The lines below that include "height" are to be found and copied.

DATA:
※
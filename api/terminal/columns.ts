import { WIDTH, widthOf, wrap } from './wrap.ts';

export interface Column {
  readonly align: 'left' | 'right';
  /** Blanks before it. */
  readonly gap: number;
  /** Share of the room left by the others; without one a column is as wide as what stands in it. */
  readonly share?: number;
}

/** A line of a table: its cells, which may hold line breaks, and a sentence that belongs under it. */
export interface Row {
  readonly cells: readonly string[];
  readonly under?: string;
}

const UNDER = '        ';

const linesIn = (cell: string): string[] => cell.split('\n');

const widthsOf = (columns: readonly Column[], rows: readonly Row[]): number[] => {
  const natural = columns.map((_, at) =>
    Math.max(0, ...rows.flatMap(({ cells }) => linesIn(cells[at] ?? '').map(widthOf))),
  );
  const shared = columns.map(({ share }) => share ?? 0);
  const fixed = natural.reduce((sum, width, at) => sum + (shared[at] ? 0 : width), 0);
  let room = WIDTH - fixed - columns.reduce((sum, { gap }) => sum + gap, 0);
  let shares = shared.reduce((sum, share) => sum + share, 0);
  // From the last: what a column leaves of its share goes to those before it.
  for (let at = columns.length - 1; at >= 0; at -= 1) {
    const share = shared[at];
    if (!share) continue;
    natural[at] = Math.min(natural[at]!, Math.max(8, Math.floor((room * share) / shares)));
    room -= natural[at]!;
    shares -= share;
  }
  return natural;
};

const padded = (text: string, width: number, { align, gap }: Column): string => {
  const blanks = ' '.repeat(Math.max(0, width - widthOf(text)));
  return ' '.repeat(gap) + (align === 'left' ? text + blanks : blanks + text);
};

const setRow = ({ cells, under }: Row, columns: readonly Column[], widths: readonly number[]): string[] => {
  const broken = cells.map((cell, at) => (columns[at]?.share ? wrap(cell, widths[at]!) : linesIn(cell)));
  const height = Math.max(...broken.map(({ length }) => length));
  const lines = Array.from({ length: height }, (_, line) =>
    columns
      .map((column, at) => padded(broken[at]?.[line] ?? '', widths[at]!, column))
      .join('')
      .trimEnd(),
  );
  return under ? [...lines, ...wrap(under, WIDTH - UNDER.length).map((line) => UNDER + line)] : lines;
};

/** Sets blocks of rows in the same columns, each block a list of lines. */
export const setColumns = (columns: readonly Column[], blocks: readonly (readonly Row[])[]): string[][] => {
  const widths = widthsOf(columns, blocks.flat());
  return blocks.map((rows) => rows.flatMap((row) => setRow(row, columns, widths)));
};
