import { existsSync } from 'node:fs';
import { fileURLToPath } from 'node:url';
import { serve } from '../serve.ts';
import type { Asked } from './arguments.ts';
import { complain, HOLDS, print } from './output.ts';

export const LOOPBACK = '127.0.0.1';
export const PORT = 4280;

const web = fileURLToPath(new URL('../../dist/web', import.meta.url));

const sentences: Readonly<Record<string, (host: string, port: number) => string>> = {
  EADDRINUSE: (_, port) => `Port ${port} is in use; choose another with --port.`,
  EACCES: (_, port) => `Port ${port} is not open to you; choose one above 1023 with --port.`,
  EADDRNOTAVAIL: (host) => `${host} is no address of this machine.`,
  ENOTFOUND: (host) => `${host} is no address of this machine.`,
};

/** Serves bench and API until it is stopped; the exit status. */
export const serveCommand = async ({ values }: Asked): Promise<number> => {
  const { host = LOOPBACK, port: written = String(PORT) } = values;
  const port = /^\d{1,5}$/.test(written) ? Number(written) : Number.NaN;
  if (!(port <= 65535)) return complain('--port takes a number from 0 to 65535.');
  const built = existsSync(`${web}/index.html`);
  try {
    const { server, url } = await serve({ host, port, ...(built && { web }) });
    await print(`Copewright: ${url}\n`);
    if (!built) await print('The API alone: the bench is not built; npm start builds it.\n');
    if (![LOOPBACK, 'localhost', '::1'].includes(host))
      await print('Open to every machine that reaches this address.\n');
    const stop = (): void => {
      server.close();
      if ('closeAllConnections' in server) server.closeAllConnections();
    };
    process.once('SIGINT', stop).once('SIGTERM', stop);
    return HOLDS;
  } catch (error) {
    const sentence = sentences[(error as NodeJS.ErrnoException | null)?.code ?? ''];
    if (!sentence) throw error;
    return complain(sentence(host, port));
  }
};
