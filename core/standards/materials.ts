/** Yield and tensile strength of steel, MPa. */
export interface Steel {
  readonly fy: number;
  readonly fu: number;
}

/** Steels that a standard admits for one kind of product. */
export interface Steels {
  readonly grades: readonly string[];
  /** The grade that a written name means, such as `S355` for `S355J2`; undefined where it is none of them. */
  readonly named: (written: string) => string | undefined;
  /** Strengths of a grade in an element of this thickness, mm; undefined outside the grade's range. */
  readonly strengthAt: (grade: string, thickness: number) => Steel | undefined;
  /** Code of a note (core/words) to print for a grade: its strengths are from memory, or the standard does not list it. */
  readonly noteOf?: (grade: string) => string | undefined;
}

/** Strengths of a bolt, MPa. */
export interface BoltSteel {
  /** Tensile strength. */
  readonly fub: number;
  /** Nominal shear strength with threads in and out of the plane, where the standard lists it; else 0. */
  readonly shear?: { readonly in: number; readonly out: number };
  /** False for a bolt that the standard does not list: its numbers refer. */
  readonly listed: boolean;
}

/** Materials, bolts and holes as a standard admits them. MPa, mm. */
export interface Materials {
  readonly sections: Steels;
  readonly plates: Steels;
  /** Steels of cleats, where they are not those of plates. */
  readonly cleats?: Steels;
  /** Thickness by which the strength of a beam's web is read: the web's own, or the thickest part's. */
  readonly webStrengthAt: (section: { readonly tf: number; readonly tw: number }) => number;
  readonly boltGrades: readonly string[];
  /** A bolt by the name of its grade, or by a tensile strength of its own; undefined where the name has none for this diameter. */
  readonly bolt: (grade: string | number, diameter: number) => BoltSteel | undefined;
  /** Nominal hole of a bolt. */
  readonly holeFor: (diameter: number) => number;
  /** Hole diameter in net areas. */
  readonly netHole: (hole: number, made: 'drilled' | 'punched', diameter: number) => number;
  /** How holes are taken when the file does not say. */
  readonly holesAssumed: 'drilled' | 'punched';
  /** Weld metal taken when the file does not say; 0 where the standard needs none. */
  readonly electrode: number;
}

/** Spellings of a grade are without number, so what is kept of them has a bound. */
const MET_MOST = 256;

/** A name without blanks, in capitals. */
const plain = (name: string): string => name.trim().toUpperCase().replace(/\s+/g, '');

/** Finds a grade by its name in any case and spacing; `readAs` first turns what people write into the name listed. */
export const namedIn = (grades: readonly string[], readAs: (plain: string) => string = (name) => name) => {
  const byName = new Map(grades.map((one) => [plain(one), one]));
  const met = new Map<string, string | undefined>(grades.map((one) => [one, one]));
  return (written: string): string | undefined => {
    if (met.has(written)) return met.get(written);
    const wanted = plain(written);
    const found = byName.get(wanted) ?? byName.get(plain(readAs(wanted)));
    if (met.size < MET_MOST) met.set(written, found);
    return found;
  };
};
※
EXERCISE RESULT:
  const height = Math.max(...broken.map(({ length }) => length));
  const lines = Array.from({ length: height }, (_, line) =>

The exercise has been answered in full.